The $request can be either OrderIndexRequestV1 or OrderIndexRequestV2 and the $resource can be either OrderResourceV1 or OrderResourceV2. OrderIndexRequestV2 must extend the base class OrderIndexRequest. You can do the same for the resource class. When using the Bind middleware, then the configuration will look like this:

<?php

use ReindertVetter\ApiVersionControl\Middleware\Version\Bind;

return [

    'releases' => [

        'orders.index' => [
            '<=1' => [
                new Bind(OrderIndexRequest::class, OrderIndexRequestV1::class),
                new Bind(OrderIndexResource::class, OrderIndexResourceV1::class),
            ],
            '>=2' => [
                new Bind(OrderIndexRequest::class, OrderIndexRequestV2::class),
                new Bind(OrderIndexResource::class, OrderIndexResourceV2::class),
            ],
        ],

    ]
]

If it's not quite clear yet, post your question in the discussion.

Version Parser

Out of the box this package supports versions in the header accept and versions in the URI. But you can also create your own version parser.
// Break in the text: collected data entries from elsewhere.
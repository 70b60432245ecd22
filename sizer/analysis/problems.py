"""The four uncoupled 1-D stiffness problems of a straight member and their element matrices:

- axial: ux, rigidity EA (N); torsion: rx, rigidity GJ (N*m^2);
- bending in x-y: uy and rz = duy/dx, rigidity EIz; bending in x-z: uz and theta = duz/dx = -ry,
  rigidity EIy (N*m^2).

Bars have two-node linear elements (N/m or N*m/rad); beams Euler-Bernoulli cubic elements with
freedoms (v1, theta1, v2, theta2). A split hinge gives its node a rotation on each side. Each problem
also keeps its free rigid-body motions (part by part between hinges) for the mechanism test.
"""

from __future__ import annotations

from dataclasses import dataclass

import numpy as np

from sizer.analysis.layout import Layout
from sizer.model import Member, Stiffness

NULL_TOLERANCE = 1e-10  # relative singular value below which a rigid-body constraint set is deficient


@dataclass(frozen=True)
class Problem:
    """One 1-D stiffness problem. Freedoms: `translation[i]` and `rot_left[i]`, `rot_right[i]` of
    node i (bending; equal except at a split hinge), or `translation[i]` only (axial, torsion)."""

    name: str  # "axial", "torsion", "xy", "xz"
    rigidity: float  # EA, GJ, EIz or EIy
    moving: tuple[str, ...]  # freedom names of the member: translation[, rotation]
    stiffness: np.ndarray  # (n, n) member stiffness (springs not included)
    held: np.ndarray  # (n,) bool: rigidly restrained
    springs: np.ndarray  # (n,) spring stiffness on the freedom, 0 if none
    modes: np.ndarray  # (n, r) free rigid-body motions (null space), zero on held or sprung freedoms
    mode_parts: list[tuple[float, float]]  # extent (m) of each part between hinges
    mode_params: np.ndarray  # (2 * n_parts, r): (a, b) of each part for each mode (v = a + b (x - c) / L)
    translation: np.ndarray  # (m,) freedom index of each node's translation
    rot_left: np.ndarray | None  # (m,) rotation freedom at the left side of each node
    rot_right: np.ndarray | None  # (m,) rotation freedom at the right side of each node

    @property
    def size(self) -> int:
        return len(self.held)

    @property
    def bending(self) -> bool:
        return self.rot_left is not None

    @property
    def rotations(self) -> tuple[np.ndarray, np.ndarray]:
        """(rot_left, rot_right) of a bending problem (ValueError for one without rotations)."""
        if self.rot_left is None or self.rot_right is None:
            raise ValueError(f"the {self.name} problem has no rotations")
        return self.rot_left, self.rot_right


# which freedoms of a support belong to which problem, and in which problem component
_PROBLEM_FREEDOMS = {"axial": ("ux", None), "torsion": ("rx", None), "xy": ("uy", "rz"), "xz": ("uz", "ry")}
_RIGIDITY = {"axial": "EA", "torsion": "GJ", "xy": "EIz", "xz": "EIy"}
POINT_COMPONENT = {"axial": (0, None), "torsion": (3, None), "xy": (1, 5), "xz": (2, 4)}  # (force, moment) in 6-vectors
MOMENT_SIGN = {"xy": 1.0, "xz": -1.0}  # theta = rz in x-y; theta = -ry in x-z


def _bar_stiffness(lengths: np.ndarray, rigidity: float) -> np.ndarray:
    """Stiffness of a chain of two-node bar elements (N/m or N*m/rad)."""
    m = len(lengths) + 1
    k = rigidity / lengths
    matrix = np.zeros((m, m))
    idx = np.arange(m - 1)
    np.add.at(matrix, (idx, idx), k)
    np.add.at(matrix, (idx + 1, idx + 1), k)
    np.add.at(matrix, (idx, idx + 1), -k)
    np.add.at(matrix, (idx + 1, idx), -k)
    return matrix


def beam_element_matrices(lengths: np.ndarray, rigidity: float) -> np.ndarray:
    """(ne, 4, 4) Euler-Bernoulli element stiffness, freedoms (v1, theta1, v2, theta2)."""
    le = lengths[:, None, None]
    unit = np.array([[12, 6, -12, 6], [6, 4, -6, 2], [-12, -6, 12, -6], [6, 2, -6, 4]], dtype=float)
    power = np.array([[3, 2, 3, 2], [2, 1, 2, 1], [3, 2, 3, 2], [2, 1, 2, 1]])
    return rigidity * unit[None] / le ** power[None]


def _beam_freedoms(layout: Layout) -> tuple[np.ndarray, np.ndarray, np.ndarray, int]:
    """Freedom numbers: translation, rotation left and right of each node; total count."""
    m = len(layout.nodes)
    translation, rot_left, rot_right = np.zeros(m, int), np.zeros(m, int), np.zeros(m, int)
    count = 0
    for i in range(m):
        translation[i], rot_left[i] = count, count + 1
        count += 2
        if layout.split[i]:
            rot_right[i] = count
            count += 1
        else:
            rot_right[i] = rot_left[i]
    return translation, rot_left, rot_right, count


def element_freedoms(translation: np.ndarray, rot_left: np.ndarray, rot_right: np.ndarray) -> np.ndarray:
    """(ne, 4) freedoms (v1, theta1, v2, theta2) of each beam element."""
    return np.stack([translation[:-1], rot_right[:-1], translation[1:], rot_left[1:]], axis=1)


def _parts(layout: Layout) -> list[tuple[float, float]]:
    """Extents of the parts between interior hinges."""
    cuts = [0.0] + [float(x) for x in layout.nodes[layout.split]] + [layout.length]
    return list(zip(cuts[:-1], cuts[1:]))


def _part_of(layout: Layout, node: int, side: str) -> int:
    """Index of the part holding `node` on `side`; a split hinge node is in two parts."""
    x = layout.nodes[node]
    hinges = layout.nodes[layout.split]
    return int(np.sum(hinges < x - layout.tol) if side == "left" else np.sum(hinges <= x + layout.tol))


def _rigid_modes(layout: Layout, holds_translation: np.ndarray, holds_rotation: np.ndarray, bending: bool) -> np.ndarray:
    """Orthonormal basis (2 * n_parts, r) of the rigid-body motions (a, b) of the parts allowed by the
    hinges and the held (rigid or sprung) freedoms. v_j(x) = a_j + b_j (x - c_j) / L; rotation b_j / L.
    For axial and torsion (no bending), one part that only translates (b = 0)."""
    parts = _parts(layout) if bending else [(0.0, layout.length)]
    centres = [(lo + hi) / 2 for lo, hi in parts]
    n = 2 * len(parts)
    rows: list[np.ndarray] = []

    def translation_row(part: int, x: float) -> np.ndarray:
        row = np.zeros(n)
        row[2 * part], row[2 * part + 1] = 1.0, (x - centres[part]) / layout.length
        return row

    def part_at(node: int) -> int:
        return _part_of(layout, node, "left") if bending else 0

    for k, (_, hi) in enumerate(parts[:-1]):
        rows.append(translation_row(k, hi) - translation_row(k + 1, hi))
    for node in np.flatnonzero(holds_translation).tolist():
        rows.append(translation_row(part_at(node), float(layout.nodes[node])))
    for node in np.flatnonzero(holds_rotation).tolist():
        row = np.zeros(n)
        row[2 * part_at(node) + 1] = 1.0
        rows.append(row)
    if not bending:
        for part in range(len(parts)):
            row = np.zeros(n)
            row[2 * part + 1] = 1.0
            rows.append(row)
    if not rows:
        return np.eye(n)
    _, singular, vh = np.linalg.svd(np.array(rows), full_matrices=True)
    rank = int(np.sum(singular > NULL_TOLERANCE * max(1.0, singular[0])))
    return vh[rank:].T


def _modes_on_freedoms(layout: Layout, params: np.ndarray, problem_freedoms: tuple[np.ndarray, np.ndarray | None, np.ndarray | None],
                       size: int, bending: bool) -> np.ndarray:
    """Rigid-body modes (size, r) evaluated on the freedoms of a problem."""
    translation, rot_left, rot_right = problem_freedoms
    parts = _parts(layout) if bending else [(0.0, layout.length)]
    centres = np.array([(lo + hi) / 2 for lo, hi in parts])
    modes = np.zeros((size, params.shape[1]))
    for node, x in enumerate(layout.nodes):
        left = _part_of(layout, node, "left") if bending else 0
        modes[translation[node]] = params[2 * left] + params[2 * left + 1] * (x - centres[left]) / layout.length
        if bending:
            assert rot_left is not None and rot_right is not None  # a bending problem has rotations
            right = _part_of(layout, node, "right")
            modes[rot_left[node]] = params[2 * left + 1] / layout.length
            modes[rot_right[node]] = params[2 * right + 1] / layout.length
    return modes


def _support_holds(member: Member, layout: Layout, freedom: str | None, rotation: bool) -> tuple[np.ndarray, np.ndarray]:
    """Per node: rigidly held (bool) and spring stiffness on `freedom`. Rotations about y and z at a
    hinge are released (the support holds the hinge pin only)."""
    m = len(layout.nodes)
    held, springs = np.zeros(m, bool), np.zeros(m)
    if freedom is None:
        return held, springs
    for support, node in zip(member.supports, layout.support_nodes):
        if rotation and freedom in ("ry", "rz") and layout.released[node]:
            continue
        if freedom in support.restrain:
            held[node] = True
        elif freedom in support.springs:
            springs[node] += support.springs[freedom]
    return held, springs


def _build_problem(name: str, member: Member, layout: Layout, rigidity: float) -> Problem:
    """Stiffness, supports and free rigid-body motions of one 1-D problem."""
    main, rotation = _PROBLEM_FREEDOMS[name]
    held_t, spring_t = _support_holds(member, layout, main, rotation=False)
    held_r, spring_r = _support_holds(member, layout, rotation, rotation=True)
    bending = rotation is not None
    parts = _parts(layout) if bending else [(0.0, layout.length)]
    params = _rigid_modes(layout, held_t | (spring_t > 0), held_r | (spring_r > 0), bending)
    if bending:
        translation, rot_left, rot_right, size = _beam_freedoms(layout)
        matrix = np.zeros((size, size))
        dofs = element_freedoms(translation, rot_left, rot_right)
        ke = beam_element_matrices(layout.lengths, rigidity)
        np.add.at(matrix, (dofs[:, :, None], dofs[:, None, :]), ke)
        held, springs = np.zeros(size, bool), np.zeros(size)
        held[translation], springs[translation] = held_t, spring_t
        held[rot_left] |= held_r
        springs[rot_left] += spring_r
    else:
        size = len(layout.nodes)
        translation, rot_left, rot_right = np.arange(size), None, None
        matrix = _bar_stiffness(layout.lengths, rigidity)
        held, springs = held_t, spring_t
    modes = _modes_on_freedoms(layout, params, (translation, rot_left, rot_right), size, bending)
    return Problem(name, rigidity, (main,) + ((rotation,) if rotation else ()), matrix, held, springs, modes, parts, params,
                    translation, rot_left, rot_right)


def build_problems(member: Member, layout: Layout, stiffness: Stiffness) -> dict[str, Problem]:
    for name in _RIGIDITY:
        value = getattr(stiffness, _RIGIDITY[name])
        if not (np.isfinite(value) and value > 0):
            raise ValueError(f"{_RIGIDITY[name]} must be positive and finite, got {value!r}")
    return {name: _build_problem(name, member, layout, getattr(stiffness, _RIGIDITY[name])) for name in _RIGIDITY}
Specify this in api_version_control.php config file.

Install

  1. Run composer require reindert-vetter/api-version-control.
  2. Add ->middleware(['api', ApiVersionControl::class]) in your RouteServiceProvider.
  3. Create config file by running php artisan vendor:publish --provider='ReindertVetter\ApiVersionControl\ApiVersionControlServiceProvider'.
  4. Choose a Version parser or create one yourself.